# LSD mit neuem Dämpfer?



## Brägel (28. Juli 2003)

Ich hab so was gehört. Kommt ein eigens für das LSD entwickelter Dämpfer? Wenn ja, wann und von wem Manitou, DT?


----------



## scotty23 (28. Juli 2003)

Moin moin,

von Manitou solls doch jetzt einen Dämpfer mit SPV für 
CenturionLRS/Merida geben, bis dato sind die Hinterbauten
ja kompatibel Habe das in einer der letzten Bikezeitschriften gelesen.

Ciao
scotty23


----------



## MTB-News.de




----------



## Brägel (28. Juli 2003)

> _Original geschrieben von scotty23 _
> *Moin moin,
> 
> von Manitou solls doch jetzt einen Dämpfer mit SPV für
> ...



das hab ich auch gelesen.

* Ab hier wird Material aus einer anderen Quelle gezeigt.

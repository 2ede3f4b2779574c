"""Output folders built aside and swapped in whole: analysis results, stability outputs,
predictions, simulations, the demo.

A command that writes an output folder does all its work in a hidden temporary folder beside
it (``.OUT.building-XXXX``) and only when every output is written moves them into ``OUT``, with
Ctrl-C, SIGTERM and SIGHUP held off for those few renames. An interrupted or failed command
therefore leaves ``OUT`` exactly as it was: never a mix of new and old outputs.

With ``force`` an existing folder is allowed: each new output replaces the file of the same
name (one atomic rename each); the user's other files and folders there are kept as they are.
Those renames hold the folder's lock (:class:`~coilshift.logger.runfolder.locking.FolderLock`),
so two commands swapping into one folder never interleave their outputs, and a folder that a
run is being written into (a capture) is refused, at the start and again at the swap.
"""

from __future__ import annotations

import os
import shutil
import tempfile
from contextlib import contextmanager
from pathlib import Path

from coilshift.logger.errors import InputError
from coilshift.logger.runfolder.atomic import _umask
from coilshift.logger.runfolder.folders import make_folder, refuse_existing
from coilshift.logger.runfolder.locking import FolderLock, held_signals

#: prefix of the hidden folder an output folder is built in (after a dot and the folder's name)
BUILDING = ".building-"


@contextmanager
def building_output_dir(path: str | os.PathLike, force: bool = False):
    """Build an output folder aside, then swap it in: yields the folder to write into.

    Refuses (changing nothing) an existing file, or a non-empty folder without ``force``. If the
    body raises (an error, Ctrl-C, SIGTERM), the build folder is removed and ``path`` is left as
    it was. Files written in the yielded folder must not record its own path: it is temporary
    (say where things went with the final ``path``).
    """
    final = Path(path)
    refuse_existing(final, force, replaces="its contents")
    if final.is_dir():
        FolderLock(final).release()  # refused now, before the work, if another command is writing there
    make_folder(final.parent)
    try:
        build = Path(tempfile.mkdtemp(prefix=f".{final.name}{BUILDING}", dir=final.parent))
    except OSError as exc:
        raise InputError(f"{final}: cannot create the output folder ({exc.strerror})") from None
    try:
        os.chmod(build, 0o777 & ~_umask())  # mkdtemp makes it private; the output gets the usual mode
        try:
            yield build
        except OSError as exc:  # disk full while writing: name the output, not its temporary place
            raise _renamed(exc, build, final) from None
        swap_in(build, final, force)
    finally:
        shutil.rmtree(build, ignore_errors=True)  # nothing left there after a swap; all of it after a failure


def _renamed(exc: OSError, build: Path, final: Path) -> OSError:
    name = exc.filename
    if name is None or not str(name).startswith(str(build)):
        return exc
    shown = str(final) + str(name)[len(str(build)):]
    return OSError(exc.errno, exc.strerror or str(exc), shown)


def swap_in(build: Path, final: Path, force: bool) -> None:
    """Move everything in ``build`` into ``final`` (see the module notes); ``build`` ends empty.

    Raises InputError, moving nothing, when ``final`` became non-empty meanwhile without
    ``force``, when another command holds its lock, or when a new output's name is taken by a
    file where a folder goes (or the reverse).
    """
    with held_signals():
        refuse_existing(final, force, replaces="its contents")  # again: another command may have written it
        if not final.exists() or not any(final.iterdir()):
            os.replace(build, final)  # a new or empty folder: one rename
            return
        lock = FolderLock(final)  # one swap at a time
        try:
            _check_kinds(build, final)
            _merge(build, final)
        finally:
            lock.release()


def _check_kinds(src: Path, dst: Path) -> None:
    for entry in src.iterdir():
        target = dst / entry.name
        if not (target.exists() or target.is_symlink()):
            continue
        if entry.is_dir() != (target.is_dir() and not target.is_symlink()):
            kind = "a folder" if entry.is_dir() else "a file"
            raise InputError(f"{target}: is in the way of the new output of that name ({kind} goes there)")
        if entry.is_dir():
            _check_kinds(entry, target)


def _merge(src: Path, dst: Path) -> None:
    for entry in sorted(src.iterdir()):
        target = dst / entry.name
        if entry.is_dir() and target.is_dir():
            _merge(entry, target)
        else:
            os.replace(entry, target)
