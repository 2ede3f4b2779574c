"""Per-frame quality flags: a bit mask in memory, ``;``-separated words in log.csv."""

from __future__ import annotations

import numpy as np

CLIPPED = 1 << 0  # samples at or near full scale inside the frame
LOW_SNR = 1 << 1  # tone found but its SNR is below the tracker's threshold
NO_TONE = 1 << 2  # no tone distinguishable from noise; freq_hz is empty
OUT_OF_BAND = 1 << 3  # strongest tone lies outside the requested band
GAP = 1 << 4  # samples missing before this frame (dropped input, device fault)
OVERFLOW = 1 << 5  # the audio stream reported an input overflow in this frame
MARKER = 1 << 6  # a user marker was set at this frame (live capture)

NAMES = {
    CLIPPED: "clipped",
    LOW_SNR: "low_snr",
    NO_TONE: "no_tone",
    OUT_OF_BAND: "out_of_band",
    GAP: "gap",
    OVERFLOW: "overflow",
    MARKER: "marker",
}
_BY_NAME = {name: bit for bit, name in NAMES.items()}

#: flags that make a frame's frequency unusable for analysis
UNUSABLE = NO_TONE | OUT_OF_BAND | GAP


def to_text(mask: int) -> str:
    """Return the log.csv spelling of a flag mask, e.g. ``"clipped;low_snr"`` ('' for none)."""
    return ";".join(name for bit, name in NAMES.items() if mask & bit)


def from_text(text: str) -> int:
    """Parse a log.csv flags cell back to a mask; unknown words are ignored."""
    mask = 0
    if not isinstance(text, str):
        return 0
    for word in text.split(";"):
        mask |= _BY_NAME.get(word.strip(), 0)
    return mask


def column_from_text(cells) -> np.ndarray:
    """Vectorised :func:`from_text` over a column of cells (NaN or '' -> 0)."""
    cache: dict = {}
    out = np.zeros(len(cells), dtype=np.int64)
    for i, cell in enumerate(cells):
        if cell not in cache:
            cache[cell] = from_text(cell)
        out[i] = cache[cell]
    return out
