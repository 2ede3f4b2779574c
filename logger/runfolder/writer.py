"""The shift log: a run folder with ``log.csv`` (rows) and ``run.json`` (metadata).

``log.csv`` has a header row first, then one frame a row, whole lines only; its columns, their
units and their text format are the table in :mod:`coilshift.logger.runfolder.columns`
(``t_s,utc,freq_hz,shift_hz,amp_dbfs,snr_db,flags`` today). ``utc`` and ``shift_hz`` are
computed here, from ``t_s`` and ``start_utc`` and from ``freq_hz`` and the baseline.

``run.json`` is written before the first row (``"status": "running"``) and replaced
atomically at the end (``"status": "complete"`` with totals). Rows are appended, flushed
after every write and fsync'ed about once a second, so a crash loses at most about a
second and leaves a readable file whose incomplete last line a reader drops.
"""

from __future__ import annotations

import datetime as _dt
import os
import time
from pathlib import Path

import numpy as np

from coilshift.logger.runfolder.atomic import write_json_atomic, write_text_atomic
from coilshift.logger.runfolder.columns import COLUMNS, FLAGS, LOG_COLUMNS, UNITS, RowContext, cells
from coilshift.logger.runfolder.folders import LOG_NAME, MARKERS_NAME, META_NAME
from coilshift.logger.runfolder.frames import FrameTable

FORMAT_NAME = "coilshift-run"
FORMAT_VERSION = 1
#: bytes set aside while a run is written, so the final run.json fits on a disk that fills up
RESERVE_BYTES = 64 * 1024


def software_version() -> str:
    try:
        from importlib.metadata import version

        return version("coilshift")
    except Exception:  # running from a source tree that is not installed
        return "unknown"


class RunWriter:
    """Append frames to a run folder's log.csv; keep run.json current.

    Parameters
    ----------
    run_dir : folder prepared by :func:`~coilshift.logger.runfolder.folders.prepare_run_dir`
    meta : metadata for run.json (source, sample_rate_hz, tracker, corrections, baseline, ...);
        ``start_utc`` is required as an ISO 8601 string.
    fsync_interval_s : how often appended rows are forced to disk.

    The writer never holds more than the current batch of rows in memory.
    """

    def __init__(self, run_dir: str | os.PathLike, meta: dict, fsync_interval_s: float = 1.0):
        self.run_dir = Path(run_dir)
        self.meta = {"format": FORMAT_NAME, "format_version": FORMAT_VERSION,
                     "software_version": software_version(), "units": UNITS,
                     "columns": list(LOG_COLUMNS), "status": "running", **meta}
        if "start_utc" not in self.meta:
            raise ValueError("meta needs start_utc")
        self._start = _dt.datetime.fromisoformat(self.meta["start_utc"].replace("Z", "+00:00"))
        self.baseline_hz = float(self.meta.get("baseline", {}).get("freq_hz", np.nan))
        self.fsync_interval_s = fsync_interval_s
        self.rows_written = 0
        self._write_error: OSError | None = None
        self._flag_counts: dict[str, int] = {}
        write_json_atomic(self.run_dir / META_NAME, self.meta)
        # room kept for the final run.json: if the disk fills up during the run, deleting this
        # lets run.json still say how the run ended (the name matches the temp-file clean-ups)
        self._reserve = self.run_dir / f".{META_NAME}.reserve.tmp"
        try:
            self._reserve.write_bytes(b"\0" * RESERVE_BYTES)
        except OSError:
            self._reserve.unlink(missing_ok=True)
        self._fh = open(self.run_dir / LOG_NAME, "x", encoding="utf-8", newline="\n")
        self._fh.write(",".join(LOG_COLUMNS) + "\n")
        self._fh.flush()
        os.fsync(self._fh.fileno())
        self._last_sync = time.monotonic()

    def set_baseline(self, freq_hz: float, method: str, persist: bool = True, **details) -> None:
        """Set (or re-zero) the baseline used for ``shift_hz`` of rows written from now on, and
        rewrite run.json with it (``persist=False``: only at :meth:`close`, e.g. after the disk
        filled up, when only the room kept for the final run.json is left)."""
        self.baseline_hz = float(freq_hz)
        self.meta["baseline"] = {"freq_hz": self.baseline_hz, "method": method, **details}
        if persist:
            try:
                write_json_atomic(self.run_dir / META_NAME, self.meta)
            except OSError as exc:
                self._write_error = self._write_error or exc  # no more rows: run.json lags behind them
                raise

    def append(self, frames: FrameTable, baseline_hz: float | None = None) -> None:
        """Write whole rows for ``frames``, flush, and fsync if the interval has passed.

        ``shift_hz`` is taken against ``baseline_hz`` when given (NaN: not known yet, the cells
        are left empty), else against the current baseline.
        """
        if len(frames) == 0:
            return
        context = RowContext(self._start, self.baseline_hz if baseline_hz is None else float(baseline_hz))
        columns = [cells(c, frames, context) for c in COLUMNS]
        for c, texts in zip(COLUMNS, columns):
            if c.kind == FLAGS:
                self._count_flags(texts)
        lines = [",".join(row) + "\n" for row in zip(*columns)]
        if self._write_error is not None:
            # after a failed write the file may end in part of a row: never append behind it
            raise self._write_error
        try:
            self._fh.write("".join(lines))
            self._fh.flush()
            self.rows_written += len(lines)
            now = time.monotonic()
            if now - self._last_sync >= self.fsync_interval_s:
                os.fsync(self._fh.fileno())
                self._last_sync = now
        except OSError as exc:  # disk full, folder gone, ...: say which file
            self._write_error = self._named(exc)
            raise self._write_error from None

    def _count_flags(self, texts: list[str]) -> None:
        counts = self._flag_counts
        for words in texts:
            if words:
                for w in words.split(";"):
                    counts[w] = counts.get(w, 0) + 1

    def _named(self, exc: OSError) -> OSError:
        if exc.filename:
            return exc
        return OSError(exc.errno, exc.strerror or str(exc), str(self.run_dir / LOG_NAME))

    def close(self, totals: dict | None = None, status: str = "complete") -> None:
        """fsync the log and replace run.json with the final status and totals."""
        if self._fh.closed:
            return
        prior = self._write_error  # already raised by append
        error = None
        try:
            self._fh.flush()
            os.fsync(self._fh.fileno())
        except OSError as exc:
            error = error or self._named(exc)
        finally:
            try:
                self._fh.close()  # closes the file even when the final flush fails
            except OSError as exc:
                error = error or self._named(exc)
        failed = error or prior
        if failed is not None and status == "complete":
            status = "interrupted"  # rows are missing at the end: the run is not complete
        self.meta["status"] = status
        self.meta["totals"] = {"rows": self.rows_written, "flag_counts": self._flag_counts, **(totals or {})}
        if failed is not None:
            self.meta["totals"]["write_error"] = f"{failed.filename}: {failed.strerror}"
        try:
            self._reserve.unlink(missing_ok=True)  # frees the room kept for this write
        except OSError:
            pass
        # should even this fail, run.json still says "running", which readers take as interrupted
        write_json_atomic(self.run_dir / META_NAME, self.meta)
        if error is not None:
            raise error

    def amend_totals(self, **entries) -> None:
        """Add entries to ``totals`` of a closed run's run.json (rewritten atomically)."""
        self.meta.setdefault("totals", {}).update(entries)
        write_json_atomic(self.run_dir / META_NAME, self.meta)

    def __enter__(self) -> "RunWriter":
        return self

    def __exit__(self, exc_type, exc, tb) -> None:
        self.close(status="complete" if exc_type is None else "interrupted")


def write_markers_copy(run_dir: str | os.PathLike, markers_csv_text: str) -> None:
    """Store the run's markers as markers.csv (atomically)."""
    write_text_atomic(Path(run_dir) / MARKERS_NAME, markers_csv_text)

Unabhängig davon habe ich aber gehört, dass etwas in Entwicklung ist. Glaube bei DT-Swiss. War mir aber nicht mehr sicher wegen der Manitou-Meldung. Mal schauen, was uns Antonius der was-weiß-ich-wievielte zu berichten hat.


----------



## Clemens (29. Juli 2003)

Manitou wird, beginnend für den neuen Freerider von Merida (120mm hinten) SPV-Dämpfer für das LSR-System bringen. Gibts in den USA ab August.


----------